What is expected:
Go through the records below line by line, counting those that contain the word "shape"; answer with the count only.

Stored data entries
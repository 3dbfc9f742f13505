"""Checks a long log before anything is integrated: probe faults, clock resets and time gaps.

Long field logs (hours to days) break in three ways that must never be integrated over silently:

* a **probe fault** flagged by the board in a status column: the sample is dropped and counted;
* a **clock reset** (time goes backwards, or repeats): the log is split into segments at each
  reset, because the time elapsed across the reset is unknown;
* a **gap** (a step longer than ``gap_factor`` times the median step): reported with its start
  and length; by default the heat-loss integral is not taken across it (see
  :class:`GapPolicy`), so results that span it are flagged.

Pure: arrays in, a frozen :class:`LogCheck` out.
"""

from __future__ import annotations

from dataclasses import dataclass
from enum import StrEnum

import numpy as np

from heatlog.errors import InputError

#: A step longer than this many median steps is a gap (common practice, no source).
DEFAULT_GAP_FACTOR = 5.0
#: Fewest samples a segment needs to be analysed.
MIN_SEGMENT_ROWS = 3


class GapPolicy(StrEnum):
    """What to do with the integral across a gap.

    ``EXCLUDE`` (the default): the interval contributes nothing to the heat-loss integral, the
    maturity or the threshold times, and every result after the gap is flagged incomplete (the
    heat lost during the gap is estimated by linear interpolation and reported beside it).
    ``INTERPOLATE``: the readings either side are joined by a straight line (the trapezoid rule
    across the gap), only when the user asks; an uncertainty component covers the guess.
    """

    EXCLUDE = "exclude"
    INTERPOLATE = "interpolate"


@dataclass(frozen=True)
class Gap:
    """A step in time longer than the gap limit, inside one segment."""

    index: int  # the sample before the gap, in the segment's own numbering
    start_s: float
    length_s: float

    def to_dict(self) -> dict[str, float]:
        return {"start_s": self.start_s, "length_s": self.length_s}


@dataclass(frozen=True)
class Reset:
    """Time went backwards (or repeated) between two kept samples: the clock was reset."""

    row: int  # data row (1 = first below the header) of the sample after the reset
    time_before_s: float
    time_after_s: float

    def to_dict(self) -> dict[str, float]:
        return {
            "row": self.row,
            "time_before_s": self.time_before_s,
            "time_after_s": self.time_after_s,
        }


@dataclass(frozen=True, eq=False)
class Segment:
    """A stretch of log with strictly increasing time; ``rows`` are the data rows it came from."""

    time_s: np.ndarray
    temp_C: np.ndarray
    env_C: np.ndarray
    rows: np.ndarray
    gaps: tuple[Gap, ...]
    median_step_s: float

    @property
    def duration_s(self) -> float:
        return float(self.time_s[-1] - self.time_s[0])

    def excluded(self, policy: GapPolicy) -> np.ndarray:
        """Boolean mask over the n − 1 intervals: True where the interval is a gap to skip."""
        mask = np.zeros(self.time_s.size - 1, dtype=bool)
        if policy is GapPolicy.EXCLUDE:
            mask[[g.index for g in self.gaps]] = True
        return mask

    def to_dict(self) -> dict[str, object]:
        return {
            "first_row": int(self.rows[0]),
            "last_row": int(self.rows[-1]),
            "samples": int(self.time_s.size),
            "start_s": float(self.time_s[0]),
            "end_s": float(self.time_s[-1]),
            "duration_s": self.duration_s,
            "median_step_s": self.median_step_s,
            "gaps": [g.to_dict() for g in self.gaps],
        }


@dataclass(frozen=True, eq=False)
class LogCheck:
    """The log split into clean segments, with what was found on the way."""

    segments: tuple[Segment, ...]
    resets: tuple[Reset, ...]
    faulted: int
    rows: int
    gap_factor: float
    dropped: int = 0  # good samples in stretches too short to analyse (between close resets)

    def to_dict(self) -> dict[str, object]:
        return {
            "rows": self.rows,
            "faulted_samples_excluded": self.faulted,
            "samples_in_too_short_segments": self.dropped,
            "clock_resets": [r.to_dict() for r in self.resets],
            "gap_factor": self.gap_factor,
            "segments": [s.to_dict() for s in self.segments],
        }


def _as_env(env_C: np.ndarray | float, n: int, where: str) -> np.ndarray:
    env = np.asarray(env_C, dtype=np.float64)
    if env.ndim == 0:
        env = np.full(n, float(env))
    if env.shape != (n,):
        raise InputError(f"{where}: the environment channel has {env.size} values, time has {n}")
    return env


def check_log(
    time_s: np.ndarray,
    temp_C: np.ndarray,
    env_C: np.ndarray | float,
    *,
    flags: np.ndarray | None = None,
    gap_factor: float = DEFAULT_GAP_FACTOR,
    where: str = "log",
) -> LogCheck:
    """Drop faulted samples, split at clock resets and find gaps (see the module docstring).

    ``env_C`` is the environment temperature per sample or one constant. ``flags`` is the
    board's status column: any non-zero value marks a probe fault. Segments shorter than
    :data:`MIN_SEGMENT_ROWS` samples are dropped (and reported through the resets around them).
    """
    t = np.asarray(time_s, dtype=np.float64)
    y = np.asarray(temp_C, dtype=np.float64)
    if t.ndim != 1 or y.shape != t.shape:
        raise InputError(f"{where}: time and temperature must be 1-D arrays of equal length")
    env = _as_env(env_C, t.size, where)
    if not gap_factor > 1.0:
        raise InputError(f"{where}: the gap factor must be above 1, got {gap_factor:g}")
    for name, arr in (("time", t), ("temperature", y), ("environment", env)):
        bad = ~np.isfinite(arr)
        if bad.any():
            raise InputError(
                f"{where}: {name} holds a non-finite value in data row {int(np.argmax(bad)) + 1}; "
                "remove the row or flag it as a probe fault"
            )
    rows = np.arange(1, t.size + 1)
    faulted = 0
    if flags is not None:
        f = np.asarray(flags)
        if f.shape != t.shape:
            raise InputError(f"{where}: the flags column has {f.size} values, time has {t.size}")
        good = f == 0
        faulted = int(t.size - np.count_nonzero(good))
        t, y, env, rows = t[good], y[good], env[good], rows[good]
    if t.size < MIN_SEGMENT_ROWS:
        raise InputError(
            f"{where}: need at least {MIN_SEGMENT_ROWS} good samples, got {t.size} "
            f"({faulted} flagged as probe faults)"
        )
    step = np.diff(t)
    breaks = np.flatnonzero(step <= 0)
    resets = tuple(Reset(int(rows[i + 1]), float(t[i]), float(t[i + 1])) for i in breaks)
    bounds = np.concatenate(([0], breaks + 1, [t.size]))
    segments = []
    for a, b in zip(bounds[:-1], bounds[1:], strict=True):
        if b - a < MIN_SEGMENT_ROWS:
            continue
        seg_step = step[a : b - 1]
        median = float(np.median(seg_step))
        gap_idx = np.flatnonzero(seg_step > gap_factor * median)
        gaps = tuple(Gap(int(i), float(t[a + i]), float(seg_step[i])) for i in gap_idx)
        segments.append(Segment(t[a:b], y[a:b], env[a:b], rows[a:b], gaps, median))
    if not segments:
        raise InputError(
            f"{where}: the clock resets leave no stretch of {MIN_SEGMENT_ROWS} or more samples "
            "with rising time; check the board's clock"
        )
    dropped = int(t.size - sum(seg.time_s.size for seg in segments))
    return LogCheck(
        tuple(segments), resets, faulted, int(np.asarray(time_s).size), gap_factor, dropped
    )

Response box:
3